- _What to produce_: Using the listing below, copy exactly the lines from the one containing "def _verify_output(ws: Workspace, job: str, row: dict[str, Any])" to the one containing "import sqlalchemy as sa", both lines included, and no others.

··· Exercise data

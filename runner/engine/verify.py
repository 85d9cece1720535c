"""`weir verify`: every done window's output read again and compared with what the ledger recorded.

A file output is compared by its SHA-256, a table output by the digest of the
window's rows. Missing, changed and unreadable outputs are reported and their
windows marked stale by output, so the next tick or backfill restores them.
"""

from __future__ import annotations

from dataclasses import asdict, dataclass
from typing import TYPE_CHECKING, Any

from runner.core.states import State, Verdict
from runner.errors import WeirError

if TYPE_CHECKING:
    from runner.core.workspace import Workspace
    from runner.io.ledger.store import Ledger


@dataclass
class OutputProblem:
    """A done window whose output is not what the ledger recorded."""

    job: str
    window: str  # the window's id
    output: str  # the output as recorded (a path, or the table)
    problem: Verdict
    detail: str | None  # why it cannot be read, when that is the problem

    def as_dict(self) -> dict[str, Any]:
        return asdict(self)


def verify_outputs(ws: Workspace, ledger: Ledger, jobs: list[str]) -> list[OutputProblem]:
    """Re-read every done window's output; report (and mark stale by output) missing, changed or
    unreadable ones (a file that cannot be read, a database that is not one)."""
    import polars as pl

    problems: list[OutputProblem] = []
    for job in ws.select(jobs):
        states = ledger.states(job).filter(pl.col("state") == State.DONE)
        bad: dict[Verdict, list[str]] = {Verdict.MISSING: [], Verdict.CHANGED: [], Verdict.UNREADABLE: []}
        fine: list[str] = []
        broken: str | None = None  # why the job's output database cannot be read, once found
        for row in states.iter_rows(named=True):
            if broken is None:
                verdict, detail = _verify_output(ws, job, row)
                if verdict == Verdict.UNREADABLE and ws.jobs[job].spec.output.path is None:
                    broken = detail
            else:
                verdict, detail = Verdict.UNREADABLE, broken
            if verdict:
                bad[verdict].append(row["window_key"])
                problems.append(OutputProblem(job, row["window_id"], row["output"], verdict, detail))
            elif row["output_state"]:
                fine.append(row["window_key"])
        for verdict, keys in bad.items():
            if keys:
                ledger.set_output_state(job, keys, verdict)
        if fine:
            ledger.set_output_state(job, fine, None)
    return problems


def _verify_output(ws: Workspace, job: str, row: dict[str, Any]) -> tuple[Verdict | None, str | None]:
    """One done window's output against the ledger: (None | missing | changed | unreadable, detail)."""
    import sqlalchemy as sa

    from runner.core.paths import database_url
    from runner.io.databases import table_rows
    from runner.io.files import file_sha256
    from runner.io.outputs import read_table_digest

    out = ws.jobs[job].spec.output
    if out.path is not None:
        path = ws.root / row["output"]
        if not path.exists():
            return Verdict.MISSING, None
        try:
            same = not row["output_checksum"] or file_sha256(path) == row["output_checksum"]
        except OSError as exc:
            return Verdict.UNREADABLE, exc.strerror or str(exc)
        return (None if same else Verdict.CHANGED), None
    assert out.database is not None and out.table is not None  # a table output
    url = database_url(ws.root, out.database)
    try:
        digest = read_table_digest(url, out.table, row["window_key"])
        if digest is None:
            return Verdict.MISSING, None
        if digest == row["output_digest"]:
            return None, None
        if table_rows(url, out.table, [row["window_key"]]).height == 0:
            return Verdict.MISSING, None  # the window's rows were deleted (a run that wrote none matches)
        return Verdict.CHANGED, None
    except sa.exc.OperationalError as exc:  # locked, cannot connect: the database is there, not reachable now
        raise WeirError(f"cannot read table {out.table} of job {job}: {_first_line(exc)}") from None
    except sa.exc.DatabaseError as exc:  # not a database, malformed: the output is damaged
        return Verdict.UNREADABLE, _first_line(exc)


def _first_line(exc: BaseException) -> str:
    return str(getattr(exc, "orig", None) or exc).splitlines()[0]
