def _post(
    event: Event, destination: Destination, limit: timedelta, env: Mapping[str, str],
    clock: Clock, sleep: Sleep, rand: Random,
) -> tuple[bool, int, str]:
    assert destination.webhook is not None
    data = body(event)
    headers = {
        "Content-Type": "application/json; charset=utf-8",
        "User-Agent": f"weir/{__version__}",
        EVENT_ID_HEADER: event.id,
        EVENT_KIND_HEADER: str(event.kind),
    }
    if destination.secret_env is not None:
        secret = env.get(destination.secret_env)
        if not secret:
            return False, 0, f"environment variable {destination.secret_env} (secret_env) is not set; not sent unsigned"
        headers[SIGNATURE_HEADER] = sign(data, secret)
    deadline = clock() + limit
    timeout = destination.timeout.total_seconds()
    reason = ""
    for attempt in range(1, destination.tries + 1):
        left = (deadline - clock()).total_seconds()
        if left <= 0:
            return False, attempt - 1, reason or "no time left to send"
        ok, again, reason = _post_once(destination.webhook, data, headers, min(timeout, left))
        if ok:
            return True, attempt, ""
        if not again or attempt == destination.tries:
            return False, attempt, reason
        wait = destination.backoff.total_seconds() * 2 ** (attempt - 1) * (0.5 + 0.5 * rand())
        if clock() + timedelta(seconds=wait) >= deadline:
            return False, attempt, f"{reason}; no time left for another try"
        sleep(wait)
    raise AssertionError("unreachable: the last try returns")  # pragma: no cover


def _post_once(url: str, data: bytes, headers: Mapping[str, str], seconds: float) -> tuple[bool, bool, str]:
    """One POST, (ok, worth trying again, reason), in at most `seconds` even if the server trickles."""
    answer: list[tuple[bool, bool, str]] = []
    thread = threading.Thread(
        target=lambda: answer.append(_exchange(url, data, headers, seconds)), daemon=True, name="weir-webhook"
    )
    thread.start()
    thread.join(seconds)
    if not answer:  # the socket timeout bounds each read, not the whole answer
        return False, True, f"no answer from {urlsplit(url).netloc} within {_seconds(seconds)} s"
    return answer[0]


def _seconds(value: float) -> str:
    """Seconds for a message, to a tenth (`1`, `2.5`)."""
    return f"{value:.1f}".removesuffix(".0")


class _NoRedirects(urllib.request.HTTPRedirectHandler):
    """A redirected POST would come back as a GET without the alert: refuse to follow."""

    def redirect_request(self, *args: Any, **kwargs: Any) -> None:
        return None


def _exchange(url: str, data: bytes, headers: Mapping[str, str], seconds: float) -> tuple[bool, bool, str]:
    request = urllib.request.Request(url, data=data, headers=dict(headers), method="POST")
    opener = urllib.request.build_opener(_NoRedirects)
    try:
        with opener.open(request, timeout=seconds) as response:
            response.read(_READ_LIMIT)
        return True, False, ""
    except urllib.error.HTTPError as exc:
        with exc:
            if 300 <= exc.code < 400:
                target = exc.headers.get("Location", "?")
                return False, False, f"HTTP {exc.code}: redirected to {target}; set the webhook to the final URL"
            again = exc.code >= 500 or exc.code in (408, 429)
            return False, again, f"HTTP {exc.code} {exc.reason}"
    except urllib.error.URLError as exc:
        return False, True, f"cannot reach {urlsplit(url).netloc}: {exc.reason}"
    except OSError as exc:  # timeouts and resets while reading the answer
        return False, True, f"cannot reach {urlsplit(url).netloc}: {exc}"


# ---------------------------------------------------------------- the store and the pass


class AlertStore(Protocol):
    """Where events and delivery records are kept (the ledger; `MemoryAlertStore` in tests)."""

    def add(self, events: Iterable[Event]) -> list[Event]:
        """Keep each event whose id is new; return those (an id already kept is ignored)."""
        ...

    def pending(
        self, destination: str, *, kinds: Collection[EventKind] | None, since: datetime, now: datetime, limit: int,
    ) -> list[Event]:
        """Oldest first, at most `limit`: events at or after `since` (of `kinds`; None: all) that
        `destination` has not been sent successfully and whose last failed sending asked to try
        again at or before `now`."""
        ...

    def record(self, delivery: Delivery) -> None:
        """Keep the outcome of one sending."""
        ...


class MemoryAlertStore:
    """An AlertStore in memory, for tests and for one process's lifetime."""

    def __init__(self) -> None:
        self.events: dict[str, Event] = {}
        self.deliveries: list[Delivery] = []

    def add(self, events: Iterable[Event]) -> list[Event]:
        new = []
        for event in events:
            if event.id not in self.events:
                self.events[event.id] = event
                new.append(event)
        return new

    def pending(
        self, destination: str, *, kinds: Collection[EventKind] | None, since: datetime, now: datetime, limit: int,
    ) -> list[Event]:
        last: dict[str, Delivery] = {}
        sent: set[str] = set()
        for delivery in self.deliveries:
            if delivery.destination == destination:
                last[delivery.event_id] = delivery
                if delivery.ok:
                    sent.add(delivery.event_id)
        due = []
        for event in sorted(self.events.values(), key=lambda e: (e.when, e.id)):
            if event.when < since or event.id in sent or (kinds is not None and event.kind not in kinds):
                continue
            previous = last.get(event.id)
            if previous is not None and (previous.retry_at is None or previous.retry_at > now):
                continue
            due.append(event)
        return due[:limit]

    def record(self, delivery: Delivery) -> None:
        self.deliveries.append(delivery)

······

- _Your response_:
def _verify_output(ws: Workspace, job: str, row: dict[str, Any]) -> tuple[Verdict | None, str | None]:
    """One done window's output against the ledger: (None | missing | changed | unreadable, detail)."""
    import sqlalchemy as sa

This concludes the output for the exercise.